Copy out all of the data that follows, exactly as it appears.
-- DATA PROVIDED follows --
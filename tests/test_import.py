"""Importing dbfit stays light: heavy libraries load at their first use, not at ``import dbfit``."""

from __future__ import annotations

import subprocess
import sys


def test_import_dbfit_does_not_load_scipy() -> None:
    run = subprocess.run(
        [sys.executable, "-c", "import dbfit, sys; print('scipy' in sys.modules)"],
        capture_output=True,
        text=True,
        timeout=120,
    )
    assert run.returncode == 0, run.stderr
    assert run.stdout.strip() == "False"


def test_a_tail_probability_still_loads_scipy_when_needed() -> None:
    code = (
        "import sys; from dbfit.assessment.metrics import chi_square_tail; "
        "print(round(chi_square_tail(3.841458820694124, 1), 12), 'scipy' in sys.modules)"
    )
    run = subprocess.run([sys.executable, "-c", code], capture_output=True, text=True, timeout=120)
    assert run.returncode == 0, run.stderr
    # 3.8415 is the 95 % point of chi-square with 1 degree of freedom (textbook chi-square tables)
    assert run.stdout.split() == ["0.05", "True"]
-- DATA PROVIDED concluded --
* REPLY *
filename tests/test_import.py
"""Importing dbfit stays light: heavy libraries load at their first use, not at ``import dbfit``."""

from __future__ import annotations

import subprocess
import sys


def test_import_dbfit_does_not_load_scipy() -> None:
    run = subprocess.run(
        [sys.executable, "-c", "import dbfit, sys; print('scipy' in sys.modules)"],
        capture_output=True,
        text=True,
        timeout=120,
    )
    assert run.returncode == 0, run.stderr
    assert run.stdout.strip() == "False"


def test_a_tail_probability_still_loads_scipy_when_needed() -> None:
    code = (
        "import sys; from dbfit.assessment.metrics import chi_square_tail; "
        "print(round(chi_square_tail(3.841458820694124, 1), 12), 'scipy' in sys.modules)"
    )
    run = subprocess.run([sys.executable, "-c", code], capture_output=True, text=True, timeout=120)
    assert run.returncode == 0, run.stderr
    # 3.8415 is the 95 % point of chi-square with 1 degree of freedom (textbook chi-square tables)
    assert run.stdout.split() == ["0.05", "True"]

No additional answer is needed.